In our study, the results showed that compared with 0.25% ropivacaine alone, adding 0.5 μg/kg dexmedetomidine to 0.25% ropivacaine for IBPB prolonged the duration of analgesia approximately 3.5 h on average (8.25 vs. 11.55). Postoperative VAS pain scores were comparable in both groups except at 8 and 10 h postoperatively, when the VAS pain scores were lower in group RD compared with group R. Our result was consistent with the result showed by Bharti et al., which indicated that addition of dexmedetomidine to ropivacaine-lidocaine prolonged the duration of supraclavicular brachial plexus block about 5 h (12 vs. 17) and also reduced VAS pain scores at 8 and 10 h postoperatively[26].

Multiple basic science studies have demonstrated the effects of perineural dexmedetomidine to be peripheral and not due to systemic analgesia or other α2-adrenoceptor effects[27]. But the exact mechanism of action of perineural dexmedetomidine is still unclear, one possible mechanism is the vasoconstriction mediated by acting vascular α-2 adrenoceptors around the site of injection, which delays the absorption of local anesthetic and prolongs the efficacy of local anesthetic[28]. Another possible mechanism is the inhibition of peripheral nerve activity by blocking an activity-dependent cation current (the Ih current), which prevents the returning of nerve from a hyperpolarized state to a resting membrane potential state for subsequent firing[29]. Further studies are still required to explore the exact mechanism.

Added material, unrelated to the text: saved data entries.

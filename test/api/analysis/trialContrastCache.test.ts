// Contrasts resolved once per distinct set of tested treatments (src/api/analysis/trialContrastCache.ts)
// against resolving them for every trial: each trial's whole analysis is equal, on a network whose
// protocol changed and whose sites dropped treatments (test/support/protocolChangeNetwork.ts), so
// trials share some sets and not others. Exact equality: the same functions on the same input.
import { mkdtempSync, rmSync, writeFileSync } from 'node:fs';
import { tmpdir } from 'node:os';
import { join } from 'node:path';
import { afterAll, describe, expect, it } from 'vitest';
import { resolveContrast } from '../../../src/engine/contrasts/resolve.js';
import { analyseOneTrial } from '../../../src/api/analysis/runAnalysis.js';
import { TrialContrastCache } from '../../../src/api/analysis/trialContrastCache.js';
import { testedTreatments } from '../../../src/api/analysis/testedTreatments.js';
import { readNetworkForAnalysis } from '../../../src/intake/index.js';
import { analysisSpecSchema } from '../../../src/spec/analysisSpec.js';
import { protocolChangeCsv, PROTOCOL_CONTRASTS as C, PROTOCOL_SPEC_BASE } from '../../support/protocolChangeNetwork.js';

const dir = mkdtempSync(join(tmpdir(), 'manyfield-contrast-cache-'));
afterAll(() => rmSync(dir, { recursive: true, force: true }));

const spec = analysisSpecSchema.parse({
  ...PROTOCOL_SPEC_BASE,
  contrasts: [C.rateLinear, C.rateQuadratic, C.treatedVsControl, C.earlyVsLate, C.e60VsControl],
});

describe('contrasts resolved once per set of tested treatments', () => {
  it('give every trial the analysis it gets with its own resolution', async () => {
    const file = join(dir, 'data.csv');
    writeFileSync(file, protocolChangeCsv(7));
    const { network } = await readNetworkForAnalysis(file, spec);
    const contrasts = spec.contrasts.map((c) => resolveContrast(c, network.treatments, 'CTL', network.factors));
    const cache = new TrialContrastCache();
    const shared = network.trials.map((t) => analyseOneTrial(t, network, contrasts, spec, undefined, cache));
    const own = network.trials.map((t) => analyseOneTrial(t, network, contrasts, spec, undefined));
    expect(shared).toEqual(own);
    // the network has repeated and distinct sets: fewer resolutions than trials, more than one
    const sets = new Set(network.trials.map((t) => JSON.stringify(testedTreatments(t, network.treatments))));
    expect(sets.size).toBeGreaterThan(1);
    expect(sets.size).toBeLessThan(network.trials.length);
  });
});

Patient-controlled analgesia (PCA) is one of the well-established methods for providing postoperative analgesia, a key component for implementing multimodal analgesia. In our study, we used PCA and IBPB as the postoperative analgesic method for arthroscopic shoulder surgery. In fact, no patient required rescue analgesic, which demonstrated our analgesia strategy was successful. Meanwhile, our results showed that dexmedetomidine added to ropivacaine for IBPB prolonged the first time of PCA pressed, decreased the frequencies of PCA pressed at 4–8 and 8–12 h time intervals, reduced the total 24h sufentanil consumption, and improved the patient’s satisfaction. Our results were consistent with a previous study conducted by Yang et al., which concluded that the transversus abdominis plane block reduced morphine consumption in the first 24 h following renal transplantation, and the addition of dexmedetomidine provided a more effective analgesic effect [30].

Limitations

The present study does have some limitations. First, the study was conducted at a single center and the sample size was relatively small, so the conclusions can not be generalized. Further studies at multiple centers are required to generalize the results. Second, the assessment of VAS pain scores is expected to last for 24 h, especially at the 10h and 12h postoperatively time points, the patient may fall asleep, so the assessment may disrupt the patients’ sleep and impair the patients’ postoperative recovery. Third, it is a standard practice in our center to use 15 ml of 0.25% ropivacaine for IBPB, additional studies are required to research different dosages and concentrations of local anesthetics for IBPB.

Conclusion

Dexmedetomidine (0.5 μg/kg) added to ropivacaine (0.25%) for interscalene brachial plexus block significantly prolonged the duration of postoperative analgesia, prolonged the first time of PCA pressed, reduced the consumption of sufentanil and improved the patient’s satisfaction in patients undergoing arthroscopic shoulder surgery.